If you have an older DVD writer and you write many DVDs, upgrading to a faster current model is probably worth the small cost. Using a 4X DVD writer requires patience; it takes 15 minutes to write a full disc. An 8X writer cuts that to 8 minutes or so, and a 16X writer to about 4.5 minutes. (In each case, the writing speed actually doubles, but writing the table of contents and closing the disc requires a minute or so regardless of writer speed.) Note, however, that for various reasons you may not always write discs at the maximum rated speed of the drive. For example, we often use 8X discs in our 16X writers, because the 8X discs are both less expensive and more reliable. Similarly, when we record video to 8X DVD+R discs, we write them at only 2X or 4X, because discs written at 8X, 12X, or 16X are often rejected by our DVD player or exhibit video and audio artifacts.

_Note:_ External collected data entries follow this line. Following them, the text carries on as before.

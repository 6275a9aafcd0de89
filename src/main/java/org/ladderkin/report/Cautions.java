package org.ladderkin.report;

import java.util.ArrayList;
import java.util.List;
import java.util.Locale;
import java.util.Set;

/**
 * The safety cautions every report and the desktop planner show. They are general reminders, not a risk assessment:
 * each defers to the institution's laser safety officer, local rules and licensed practice.
 */
public final class Cautions {

    /** Solvents whose vapour burns (flash point below room temperature or near it). */
    private static final Set<String> FLAMMABLE = Set.of("toluene", "hexane", "n-hexane", "heptane", "octane", "n-octane",
            "cyclohexane", "ethanol", "methanol", "acetone", "tetrahydrofuran", "thf");

    /** Peak fluence of one pulse from which the high-fluence caution shows (J/m², = 1 mJ/cm²): this project's threshold, not a standard (no source). */
    public static final double HIGH_FLUENCE_J_PER_M2 = 10;
    /** Steady-state temperature rise from which the hot-sample caution shows (K): this project's threshold, not a standard (no source). */
    public static final double HOT_RISE_K = 10;
    /** Margin to the boiling point within which the hot-sample caution shows whatever the rise (K): this project's threshold (no source). */
    public static final double BOILING_MARGIN_K = 20;

    public static final String LASER = "Laser hazard: ultrafast pump-probe sources are Class 4 lasers. Direct and "
            + "scattered beams can cause permanent eye injury and skin burns and can ignite materials. Wear eyewear rated "
            + "for every wavelength in use (including harmonics and OPA outputs), enclose beam paths, and follow your "
            + "institution's laser safety officer and local rules; ladderkin's numbers do not replace that assessment.";

    public static final String HEAVY_METALS = "Toxic materials: cadmium and lead compounds (CdSe, CdS, CdTe, PbS, PbSe, "
            + "lead-halide perovskites) are toxic and some are carcinogenic. Handle nanocrystal solutions and films with "
            + "gloves in a fume hood, avoid aerosols and dust, and dispose of waste as hazardous following your "
            + "institution's chemical-safety rules and local law.";

    private Cautions() {
    }

    /** Whether a matrix (solvent) name is a flammable organic solvent. */
    public static boolean flammable(String matrix) {
        return FLAMMABLE.contains(matrix.toLowerCase(Locale.ROOT).strip());
    }

    /** Whether a material name contains cadmium or lead. */
    public static boolean heavyMetal(String material) {
        String m = material.toLowerCase(Locale.ROOT);
        return m.contains("cd") || m.contains("pb");
    }

    /** Caution about heating a flammable solvent with the pump, with the predicted steady-state rise. */
    public static String solventHeating(String matrix, double riseK, double boilingPointK) {
        return String.format(Locale.ROOT, "Flammable solvent: %s boils at %.0f °C and its vapour can ignite. The pump is "
                + "predicted to raise the sample temperature by %.2g K in the steady state; an absorbing spot can heat "
                + "locally beyond this estimate. Keep open flames and hot surfaces away, keep cells closed, and follow "
                + "your institution's fire-safety rules.", matrix, boilingPointK - 273.15, riseK);
    }

    /** Caution for a strong pump: the highest pulse's peak fluence at the sample. */
    public static String highFluence(double peakFluenceJPerM2) {
        return String.format(Locale.ROOT, "High pump fluence: the strongest pulse of the series reaches %.2g mJ/cm² at the "
                + "beam centre. At such fluences films and cell windows can be damaged, and reflections from the cell carry "
                + "a hazardous share of the beam. Block and dump every reflection, check the sample for damage between "
                + "series, and follow the advice of your institution's laser safety officer.", peakFluenceJPerM2 * 0.1);
    }

    /** Caution for a sample the pump heats strongly or close to its solvent's boiling point. */
    public static String hotSample(double riseK, double sampleK, double boilingPointK) {
        String boiling = Double.isFinite(boilingPointK)
                ? String.format(Locale.ROOT, "; the solvent boils at %.0f °C", boilingPointK - 273.15) : "";
        return String.format(Locale.ROOT, "Hot sample: the pump is predicted to raise the excited volume by %.2g K in the "
                + "steady state, to about %.0f °C%s. Hot samples degrade, outgas and can boil in the beam, and hot cells "
                + "burn. Lower the average power (rate, pulse picker, larger spot) or flow the sample, and follow your "
                + "institution's safety rules.", riseK, sampleK + riseK - 273.15, boiling);
    }

    /**
     * Every caution that applies to a campaign.
     *
     * @param steadyRiseK       predicted steady-state rise of the excited volume (K; NaN when unknown)
     * @param sampleK           sample temperature before the pump (K)
     * @param boilingPointK     the solvent's boiling point (K; infinite for films or when unknown)
     * @param peakFluenceJPerM2 peak fluence of the strongest pulse of the series (J/m²)
     */
    public static List<String> forCampaign(String material, String matrix, double steadyRiseK, double sampleK,
                                           double boilingPointK, double peakFluenceJPerM2) {
        List<String> out = new ArrayList<>();
        out.add(LASER);
        if (peakFluenceJPerM2 >= HIGH_FLUENCE_J_PER_M2) {
            out.add(highFluence(peakFluenceJPerM2));
        }
        if (steadyRiseK >= HOT_RISE_K || sampleK + steadyRiseK >= boilingPointK - BOILING_MARGIN_K) {
            out.add(hotSample(steadyRiseK, sampleK, boilingPointK));
        }
        if (flammable(matrix)) {
            out.add(solventHeating(matrix, steadyRiseK, boilingPointK));
        }
        if (heavyMetal(material)) {
            out.add(HEAVY_METALS);
        }
        return List.copyOf(out);
    }
}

Nearly all internal DVD burners use the standard ATA/ATAPI interface. A few models notably some Plextor drives are available in Serial ATA. We suggest you avoid SATA models. The drives themselves are fine, and there's nothing wrong with the SATA interface, but using an SATA optical drive introduces numerous compatibility issues. Very few motherboards, even newer models with full SATA support, work properly with SATA optical drives. Even if the motherboard supports the drive properly, you may find that your operating system and applications don't recognize an SATA optical drive.
Internal versus external
For most systems, an internal ATA/ATAPI DVD burner is the best and most economical choice. However, DVD burners are also available in external variants that connect to a PC using the USB 2.0 and/or FireWire interfaces. Although external drives are more expensive than internal models, they do have a couple of advantages. First, you can share an external drive among several systems, for example for doing periodic backups. Second, an external drive can be used with a notebook computer or other system that doesn't permit installing an internal drive. If an external drive is right for your needs, choosing a model that provides both USB 2.0 and FireWire interfaces offers the most flexibility.
Plextor makes the best DVD writers available. They sell at a premium, but we consider their small additional cost worth paying for their superior reliability and the high quality of the discs they write. The Plextor PX-716A, their flagship model, is superb. It has every imaginable feature, top-notch performance, and is built like a tank. The Plextor PX-740A, their economy model, has a smaller buffer and fewer features, but is built to Plextor's usual high standards. For an external DVD writer, we recommend the Plextor PX-716UF, which provides both USB 2.0 and FireWire interfaces.
DRIVES THAT DON'T DIE
In the decade or more that we've been using (and abusing) Plextor drives, we've had only one Plextor die on us. And that one didn't die of natural causes; it was murdered. (Robert rammed his knee into the drive tray while it was extended, ripping it out of the drive.) During one extended testing session, we used a Plextor PX-716A drive to burn an entire spindle of 50 DVD+R discs one after the other, inserting a new disc as soon as the preceding one ejected. Every disc from first to last was perfect. The drive wasn't even breathing hard.
If you're on a tight budget, a Plextor model may be out of your price range. In that case, we recommend the NEC ND-3550A or the BenQ DW1640.
Unless you're counting pennies, we strongly recommend choosing a DVD writer rather than a less capable optical drive. Other than the SATA issue, you needn't worry about compatibility. Modern DVD writers function properly even in older systems.